There are better options on the horizon though, like thorium reactors that are smaller and don't create big problems when they break. So, the idea of another 3 Mile Island, Fukushima, or Chernobyl may eventually be a thing of the past.
The lesson that people learned from Chernobyl is that these things need to fail safely. Modern reactors will automatically wind down their reactions when a problem appears, without intervention. If someone is dumb enough to build a reactor that has runaway reaction problems like Chernobyl... that's on them
It is not on them, thats the problem, someone else dies cleaning up their mess and the disastercleanup is paid by the taxpayers
Look at how much taxpayer money has been used to clean up oil and gas wells.
It's a lot more money than it has been for nuclear incidents. The only major (and I use that term lightly. Largest?) incident in the US was Three Mile Island. Go look at the cost for that vs all the oil and gas issues.
Im hardly arguing replacing aging nuclear with more gas and oil nor adding more gas and oil to fuel even more meatproduce or datacenterspawns duh...
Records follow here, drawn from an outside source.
"""The `riskbound` command: one entry for the offline tools and the operator's helpers.

Only the chosen subcommand's module is imported, so `riskbound --help` is fast and the offline
tools do not need a ROS install unless they talk to a ROS graph.
"""

import argparse
import importlib
import sys

# name → (module, help). Each module provides `add_arguments(parser)` and `run(args) -> int`.
SUBCOMMANDS = {
    "demo": ("riskbound.demo", "run the planner on a scripted plaza crossing and write a PNG and a summary"),
    "bench": ("riskbound.bench", "benchmarks: planner solve times and others; prints figures, writes JSON/PNG"),
    "tune": ("riskbound.ros.tune", "show a running node's settings, read one, or apply NAME=VALUE changes"),
    "switch": ("riskbound.ros.switch", "show a managed node's lifecycle state or move it: configure, activate, ..."),
    "crowd": ("riskbound.crowd.cli", "generate a synthetic crowd bag from a scenario file"),
    "bagcheck": ("riskbound.crowd.bag_check", "read a crowd bag completely and summarise it (exit 2 if damaged)"),
    "review": ("riskbound.logs.review.cli", "find near-misses in a recorded bag, explain them, replan them"),
    "launch": ("riskbound.launch_runner", "run a ROS 2 XML launch file of this package without the ROS launch tools"),
    "closedloop": ("riskbound.closed_loop", "replay a crowd bag through the full stack with a simulated robot and report"),
    "sweep": ("riskbound.sweep.cli", "closed loops over a grid (α, scenario, seed, ...) on Dask; SQLite results, report"),
    "fleetreview": ("riskbound.logs.fleet_review", "review every bag under a directory on Dask; per-bag reports, a table"),
}


def main(argv=None):
    width = max(len(name) for name in SUBCOMMANDS)
    listing = "\n".join(f"  {name:<{width}} {help_text}" for name, (_, help_text) in SUBCOMMANDS.items())
    parser = argparse.ArgumentParser(prog="riskbound", description=__doc__.splitlines()[0],
                                     epilog="commands:\n" + listing,
                                     formatter_class=argparse.RawDescriptionHelpFormatter)
    parser.add_argument("command", choices=sorted(SUBCOMMANDS), metavar="COMMAND", help="see the list below")
    parser.add_argument("rest", nargs=argparse.REMAINDER, help="the command's own arguments (COMMAND --help)")
    args = parser.parse_args(argv)
    module_name, help_text = SUBCOMMANDS[args.command]
    module = importlib.import_module(module_name)
    sub_parser = argparse.ArgumentParser(prog=f"riskbound {args.command}", description=help_text)
    module.add_arguments(sub_parser)
    try:
        return module.run(sub_parser.parse_args(args.rest))
    except KeyboardInterrupt:
        return 130


if __name__ == "__main__":
    sys.exit(main())
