"""`riskbound launch FILE [name:=value ...]`: run a ROS 2 XML launch file of this package without
the ROS launch tools (the standalone install has none).

FILE is a path or the name of a file in the package's launch directory (launch/stack.launch.xml,
launch/crowd_replay.launch.xml). The supported subset of the format is listed in
riskbound.launching.xml_description, the process rules in riskbound.launching.processes.

Exit codes: 0 the launch ended as asked (Ctrl-C, SIGTERM, a node with on_exit="shutdown"
finished); 1 a node failed or did not stop in time; 2 the launch file or its arguments are wrong
or an executable is missing (nothing was started).
"""

import os
import re
import sys
import time
from pathlib import Path

from riskbound.launching.executables import node_command
from riskbound.launching.processes import ProcessSpec, Supervisor
from riskbound.launching.xml_description import (LaunchDescription, LaunchFileError, declared_arguments,
                                                 resolve_launch_file)

EXIT_USAGE = 2
_ARGUMENT = re.compile(r"^([A-Za-z_][\w-]*):=(.*)$", re.DOTALL)


def add_arguments(parser):
    parser.epilog = ("exit codes: 0 the launch ended as asked (Ctrl-C, SIGTERM, an on_exit=\"shutdown\" node "
                     "finished); 1 a node failed or did not stop in time; 2 a wrong launch file, argument or "
                     "option, or a missing executable (nothing started)")
    parser.add_argument("file", help="launch file: a path, or a name in the package's launch directory")
    parser.add_argument("arguments", nargs="*", metavar="name:=value", help="launch arguments")
    parser.add_argument("--arguments", action="store_true", dest="list_arguments",
                        help="list the file's launch arguments (default, description) and exit")
    parser.add_argument("--dry-run", action="store_true",
                        help="print each node's command line and exit without starting anything")
    parser.add_argument("--log-dir", default=None,
                        help="directory for the nodes' logs (default: $ROS_LOG_DIR or ~/.ros/log, in a "
                             "riskbound_launch_<time>_<pid> subdirectory)")
    parser.add_argument("--sigint-timeout-s", type=float, default=5.0,
                        help="wait this long after SIGINT before SIGTERM when stopping nodes (default 5)")
    parser.add_argument("--sigterm-timeout-s", type=float, default=5.0,
                        help="wait this long after SIGTERM before SIGKILL (default 5)")


def parse_launch_arguments(words):
    """{name: value} from name:=value words; ValueError naming a malformed one."""
    values = {}
    for word in words:
        match = _ARGUMENT.match(word)
        if not match:
            raise ValueError(f"launch argument {word!r} is not of the form name:=value")
        values[match.group(1)] = match.group(2)
    return values


def _default_log_dir():
    base = Path(os.environ.get("ROS_LOG_DIR") or Path.home() / ".ros" / "log")
    return base / time.strftime(f"riskbound_launch_%Y%m%d_%H%M%S_{os.getpid()}")


def run(args):
    for name in ("sigint_timeout_s", "sigterm_timeout_s"):
        if not getattr(args, name) > 0.0:
            print(f"riskbound launch: error: --{name.replace('_', '-')}={getattr(args, name)} must be > 0",
                  file=sys.stderr)
            return EXIT_USAGE
    try:
        path = resolve_launch_file(args.file)
        if args.list_arguments:
            for argument in declared_arguments(path):
                default = "(required)" if argument.default is None else f"(default: {argument.default!r})"
                print(f"{argument.name} {default}\n    {argument.description}")
            return 0
        description = LaunchDescription(path, parse_launch_arguments(args.arguments))
        specs = [ProcessSpec(node.label, node_command(node), node.environment, node.output, node.on_exit_shutdown)
                 for node in description.nodes]
    except (LaunchFileError, ValueError) as error:
        print(f"riskbound launch: error: {error}", file=sys.stderr)
        return EXIT_USAGE
    labels = [spec.label for spec in specs]
    duplicates = sorted({label for label in labels if labels.count(label) > 1})
    if duplicates:
        print(f"riskbound launch: error: {path.name}: more than one node named {', '.join(duplicates)}",
              file=sys.stderr)
        return EXIT_USAGE
    if args.dry_run:
        for spec in specs:
            print(f"{spec.label}: {' '.join(spec.command)}")
        return 0
    if not specs:
        print(f"riskbound launch: {path.name} starts no node")
        return 0
    log_dir = Path(args.log_dir) if args.log_dir else _default_log_dir()
    supervisor = Supervisor(specs, log_dir, args.sigint_timeout_s, args.sigterm_timeout_s)
    supervisor.say(f"{path}: {len(specs)} nodes, logs in {log_dir}")
    return supervisor.run()
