"""`riskbound bench planner`: solve-time distribution of the planner core in closed loop.

For each crowd size, several seeded crossings of the scripted plaza; every cycle's solve time
(everything the planner does per cycle: covariance propagation, pruning, inflation, IPOPT) is
collected. Prints median / p90 / p99 / max per crowd size and the ratio to the 10-walker median,
writes JSON and a histogram PNG.
"""

import json
import os
import platform
import sys
import time

import numpy as np

from riskbound.bench.time_histogram import write_time_histogram
from riskbound.planning.settings import INFEASIBLE_RESPONSES

TARGET_MEDIAN_MS = 5.0
TARGET_P99_MS = 20.0


def add_arguments(parser):
    parser.add_argument("--walkers", type=int, nargs="+", default=[10, 40, 100], help="crowd sizes")
    parser.add_argument("--seeds", type=int, default=3, help="crossings per crowd size")
    parser.add_argument("--model", default="double_integrator", choices=["double_integrator", "unicycle"])
    parser.add_argument("--horizon-steps", type=int, default=20)
    parser.add_argument("--max-cycles", type=int, default=300, help="cycles per crossing at most")
    parser.add_argument("--infeasible-response", default="stop", choices=INFEASIBLE_RESPONSES,
                        help="the planner's infeasible_response (default stop)")
    parser.add_argument("--out", default="out/bench", help="directory for planner.json and planner_solve_ms.png")


def summarise(solve_ms):
    ms = np.asarray(solve_ms, dtype=float)
    return {"cycles": int(ms.size), "median_ms": float(np.median(ms)), "p90_ms": float(np.percentile(ms, 90)),
            "p99_ms": float(np.percentile(ms, 99)), "max_ms": float(ms.max())}


def run(args):
    from riskbound.bench.episode import run_episode
    from riskbound.bench.scripted_crowd import PlazaScenario
    from riskbound.planning.mpc import ChanceConstrainedMPC
    from riskbound.planning.settings import PlannerSettings

    settings = PlannerSettings(robot_model=args.model, horizon_steps=args.horizon_steps,
                               infeasible_response=args.infeasible_response)
    mpc = ChanceConstrainedMPC(settings)
    os.makedirs(args.out, exist_ok=True)
    rows, samples = {}, {}
    total = len(args.walkers) * args.seeds
    done = 0
    started = time.perf_counter()
    for walkers in args.walkers:
        solve_ms, outcomes = [], []
        for seed in range(args.seeds):
            def progress(k, walkers=walkers, seed=seed):
                if k % 20 == 0:
                    sys.stderr.write(f"\r[{done + 1}/{total}] {walkers} walkers, seed {seed}, cycle {k}   ")
                    sys.stderr.flush()
            log = run_episode(settings, PlazaScenario(walkers=walkers, seed=seed), max_cycles=args.max_cycles,
                              mpc=mpc, on_cycle=progress)
            done += 1
            solve_ms.extend(log.solve_ms.tolist())
            outcomes.append({"seed": seed, "reached_goal": log.reached_goal, "cycles": log.cycles,
                             "failures": log.failures, "min_clearance_m": log.min_clearance_m,
                             "least_violation_cycles": sum(r.status == "least_violation" for r in log.results),
                             "collision_cycles": log.collisions})
        rows[walkers] = dict(summarise(solve_ms), crossings=outcomes)
        samples[walkers] = solve_ms
    sys.stderr.write(f"\rdone in {time.perf_counter() - started:.0f} s{' ' * 40}\n")

    base = rows[args.walkers[0]]["median_ms"]
    print(f"planner solve time, {args.model}, {args.horizon_steps} steps, max_obstacles={settings.max_obstacles}, "
          f"infeasible_response={settings.infeasible_response}, {args.seeds} crossings per size "
          f"({platform.processor() or platform.machine()}, {os.cpu_count()} cores)")
    print(f"{'walkers':>8} {'cycles':>7} {'median':>8} {'p90':>8} {'p99':>8} {'max':>8} {'median ratio':>13} "
          f"{'failed':>7} {'least viol.':>12} {'contact':>8} {'reached':>8}")
    for walkers, row in rows.items():
        failed = sum(c["failures"] for c in row["crossings"])
        violating = sum(c["least_violation_cycles"] for c in row["crossings"])
        contact = sum(c["collision_cycles"] for c in row["crossings"])
        reached = sum(c["reached_goal"] for c in row["crossings"])
        print(f"{walkers:>8} {row['cycles']:>7} {row['median_ms']:>8.2f} {row['p90_ms']:>8.2f} {row['p99_ms']:>8.2f} "
              f"{row['max_ms']:>8.2f} {row['median_ms'] / base:>13.2f} {failed:>7} {violating:>12} {contact:>8} "
              f"{reached:>5}/{args.seeds}")
    if 40 in rows:
        ok = rows[40]["median_ms"] <= TARGET_MEDIAN_MS and rows[40]["p99_ms"] <= TARGET_P99_MS
        print(f"target at 40 walkers: median ≤ {TARGET_MEDIAN_MS} ms and p99 ≤ {TARGET_P99_MS} ms: "
              f"{'met' if ok else 'MISSED'}")

    report = {"model": args.model, "horizon_steps": args.horizon_steps, "max_obstacles": settings.max_obstacles,
              "infeasible_response": settings.infeasible_response,
              "seeds": args.seeds, "machine": {"cores": os.cpu_count(), "processor": platform.processor()},
              "results": {str(k): v for k, v in rows.items()}}
    json_path = os.path.join(args.out, "planner.json")
    with open(json_path, "w") as handle:
        json.dump(report, handle, indent=2)
    png_path = os.path.join(args.out, "planner_solve_ms.png")
    write_time_histogram({f"{walkers} walkers": values for walkers, values in samples.items()}, png_path,
                         TARGET_MEDIAN_MS, f"{TARGET_MEDIAN_MS} ms", "solve time per cycle [ms]", "cycles",
                         "planner solve time in closed loop")
    print(f"wrote {json_path} and {png_path}")
    return 0

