"""The `riskbound` command: one entry for the offline tools and the operator's helpers.

Subcommands import their modules lazily so that `riskbound --help` is fast and the offline tools
do not need a ROS install unless they talk to a ROS graph.
"""

import argparse
import importlib
import sys

# name → (module, help). Each module provides `add_arguments(parser)` and `run(args) -> int`.
SUBCOMMANDS = {
    "demo": ("riskbound.demo", "run the planner on a scripted plaza crossing and write a PNG and a summary"),
    "bench": ("riskbound.bench", "benchmarks: planner solve times and others; prints figures, writes JSON/PNG"),
    "param": ("riskbound.ros.param_client", "get, set or list a running node's parameters"),
}


def build_parser():
    parser = argparse.ArgumentParser(prog="riskbound", description=__doc__.splitlines()[0])
    sub = parser.add_subparsers(dest="command", required=True)
    for name, (module_name, help_text) in SUBCOMMANDS.items():
        sub_parser = sub.add_parser(name, help=help_text, description=help_text)
        sub_parser.set_defaults(_module=module_name)
        importlib.import_module(module_name).add_arguments(sub_parser)
    return parser


def main(argv=None):
    args = build_parser().parse_args(argv)
    try:
        return importlib.import_module(args._module).run(args)
    except KeyboardInterrupt:
        return 130


if __name__ == "__main__":
    sys.exit(main())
...that's a good point 🤔 Corporations can never fix the systemic problems they cause
The thing about Three Mile Island is that it was a nothing burger. Hell, Unit 2 was operating up until 2015, and is now being refueled to be restarted. Even when you look at Chernobyl, it's now one of the biggest and best nature preserves in Europe. Life still lives there, just not people. It's not some toxic contaminated wasteland covered in a miasma of chemical filth and devoid of life.
The containment structure did its job, what it was designed to do and contained the partial meltdown. No contamination was released and no meaningful amount of radiation escaped the site. The oil and gas lobby then took it upon themselves to pour resources into anti nuclear crusades, to further ingratiate the fuels they have a financial interest in maintaining the demand for.